The more we add, the smaller the search tree, and the faster the solving process. On the other hand, if we exclude too many solutions, we might miss the optimal one – or end up finding none at all.

## Solution

Finally, we’ll add

solve minimize sum(pair_badness); output([show(letter_keys)]);

and we’re on our way!

On my (admittedly slow) laptop, the conversion from Minizinc to Flatzinc takes about two minutes when targeting Google OR-tools, and the resulting Flatzinc file weighs about 62MB.

I started OR-tools and went for a run. When I came back, it had found the optimal key assignment with a total badness of 149:

letter_keys = array1d(1..26, [0, 1, 0, 1, 2, 1, 2, 3, 4, 1, 0, 5, 2, 6, 5, 4, 6, 4, 7, 3, 7, 3, 6, 5, 0, 7]);

which corresponds to

```
acky bdfj egm htv ipr lox nqw suz
```

– so there you go; the least annoying T9 keyboard for Simple English!

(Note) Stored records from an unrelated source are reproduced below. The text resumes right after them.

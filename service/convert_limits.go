package service

import (
	pb "limitary/api/limitary/v1"
	"limitary/internal/chart"
	"limitary/internal/definition"
	"limitary/internal/limits"
)

func computedToProto(c computed) *pb.ComputeLimitsResponse {
	r := &c.result
	out := &pb.ComputeLimitsResponse{
		Kind: kindToProto(r.Kind), SubgroupSize: int32(r.SubgroupSize), PublishedDecimals: int32(r.PublishedDecimals),
		ProcessSigma: r.ProcessSigma,
		N:            int32(r.N), Readings: int32(r.Readings),
		CentreOrigin: originToProto(r.CentreOrigin == limits.Target), SigmaOrigin: originToProto(r.SigmaOrigin == limits.Target),
		Provisional: r.Provisional, AdvisedMinimum: int32(r.AdvisedMinimum),
		Estimates:  estimatesToProto(estimatesOf(*r)),
		Intervals:  intervalsToProto(intervalsOf(*r)),
		Exclusions: exclusionsToProto(excludedOf(*r)),
		Model:      modelToProto(&r.Model),
		Components: componentsToProto(componentsOf(*r)), Tails: tailsToProto(tailsOf(*r)), Parts: partsToProto(partsOf(*r)),
		FalseAlarm: falseAlarmToProto(falseAlarmOf(*r)), Compared: comparedToProto(comparedOf(*r)),
		Diagnostics: diagnosticsToProto(c.diagnostics),
	}
	if r.Kind.Has(chart.Location) {
		out.Location = traceToProto(r.Location, nil, "")
		hideImpossible(r.Kind, out.Location)
		out.Location.Original = originalTrace(r.Location, &r.Model)
	}
	if r.Kind.Has(chart.Dispersion) {
		out.Dispersion = traceToProto(r.Dispersion, nil, "")
	}
	for _, f := range append(findingsOf(*r), foundBy(c.diagnostics)...) {
		out.Findings = append(out.Findings, findingToProto(f))
	}
	return out
}

func originToProto(given bool) pb.Origin {
	if given {
		return pb.Origin_ORIGIN_GIVEN
	}
	return pb.Origin_ORIGIN_ESTIMATED
}

// The functions named ...Of turn a computation into the words a version keeps.

func estimatesOf(r limits.Result) []definition.Estimate {
	out := make([]definition.Estimate, len(r.Estimates))
	for i, e := range r.Estimates {
		out[i] = definition.Estimate{Name: e.Name.String(), Sigma: e.Sigma, DegreesOfFreedom: e.DegreesOfFreedom, N: e.N, Chosen: e.Chosen}
	}
	return out
}

func intervalsOf(r limits.Result) []definition.Interval {
	out := []definition.Interval{}
	add := func(name string, in *limits.Interval) {
		if in != nil && finite(in.Lower) && finite(in.Upper) {
			out = append(out, definition.Interval{Name: name, Lower: in.Lower, Upper: in.Upper, Level: limits.Confidence})
		}
	}
	add("process_sigma", r.Intervals.Sigma)
	add("location.centre", r.Intervals.Centre)
	add("dispersion.centre", r.Intervals.DispersionCentre)
	for role := range chart.Roles {
		add(role.String()+".lower_action", r.Intervals.LowerAction[role])
		add(role.String()+".upper_action", r.Intervals.UpperAction[role])
		add(role.String()+".lower_warning", r.Intervals.LowerWarning[role])
		add(role.String()+".upper_warning", r.Intervals.UpperWarning[role])
	}
	return out
}

func findingsOf(r limits.Result) []definition.Finding { return asFound(r.Findings) }

func asFound(in []limits.Finding) []definition.Finding {
	out := make([]definition.Finding, len(in))
	for i, f := range in {
		out[i] = definition.Finding{Code: f.Code, Figure: f.Figure, Threshold: f.Threshold, Text: f.Text, Advice: f.Advice, CouldMiss: f.CouldMiss}
	}
	return out
}

func excludedOf(r limits.Result) []definition.Excluded {
	out := make([]definition.Excluded, len(r.Excluded))
	for i, e := range r.Excluded {
		out[i] = definition.Excluded{Point: e.Group, Reason: e.Reason}
	}
	return out
}

func estimatesToProto(in []definition.Estimate) []*pb.SigmaEstimate {
	out := make([]*pb.SigmaEstimate, len(in))
	for i, e := range in {
		out[i] = &pb.SigmaEstimate{Name: e.Name, Sigma: e.Sigma, DegreesOfFreedom: e.DegreesOfFreedom, N: int32(e.N), Chosen: e.Chosen}
	}
	return out
}

func intervalsToProto(in []definition.Interval) []*pb.Interval {
	out := make([]*pb.Interval, len(in))
	for i, e := range in {
		out[i] = &pb.Interval{Name: e.Name, Lower: e.Lower, Upper: e.Upper, Level: e.Level}
	}
	return out
}

func findingsToProto(in []definition.Finding) []*pb.Finding {
	out := make([]*pb.Finding, len(in))
	for i, f := range in {
		out[i] = findingToProto(f)
	}
	return out
}

func findingToProto(f definition.Finding) *pb.Finding {
	return &pb.Finding{Code: f.Code, Figure: f.Figure, Threshold: f.Threshold, Text: f.Text, Advice: f.Advice, CouldMiss: f.CouldMiss}
}

func exclusionsToProto(in []definition.Excluded) []*pb.Exclusion {
	out := make([]*pb.Exclusion, len(in))
	for i, e := range in {
		out[i] = &pb.Exclusion{Point: int32(e.Point), Reason: e.Reason}
	}
	return out
}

Our layout still suffers from nine textonyms:

```
32 its its # LOL, I guess this one's unavoidable
26 told hold
19 along alone
14 wife wide
13 are arm
13 fire firm
11 here term
11 fall ball
10 from film
```

But that’s nothing compared to the traditional alphabetic ordering, which has 46 textonyms for a total badness of 1998:

```
222 he if
222 on no
153 there these
144 them then
121 of me
103 in go
93 or mr
90 up us
62 good home
50 was war
45 might night
34 line kind
33 work york
32 its its
31 have gave
30 any boy
30 seem seen
29 an am
28 go im
28 in im
27 part past
25 say pay
22 but cut
22 case care
21 they view
20 good gone
20 home gone
20 room soon
18 see red
17 move note
16 done food
16 find fine
14 hand game
14 said paid
14 wall walk
14 wife wide
13 dont foot
13 got hot
13 law lay
12 alone blood
12 bed add
11 call ball
11 needs offer
11 purpose suppose
11 reason season
11 run sun
```

Man, remember on/no and of/me? I always hated those two.

The word list, along with a Python file that will generate the complete Minizinc source is available at github.com/skosch/t9_improved.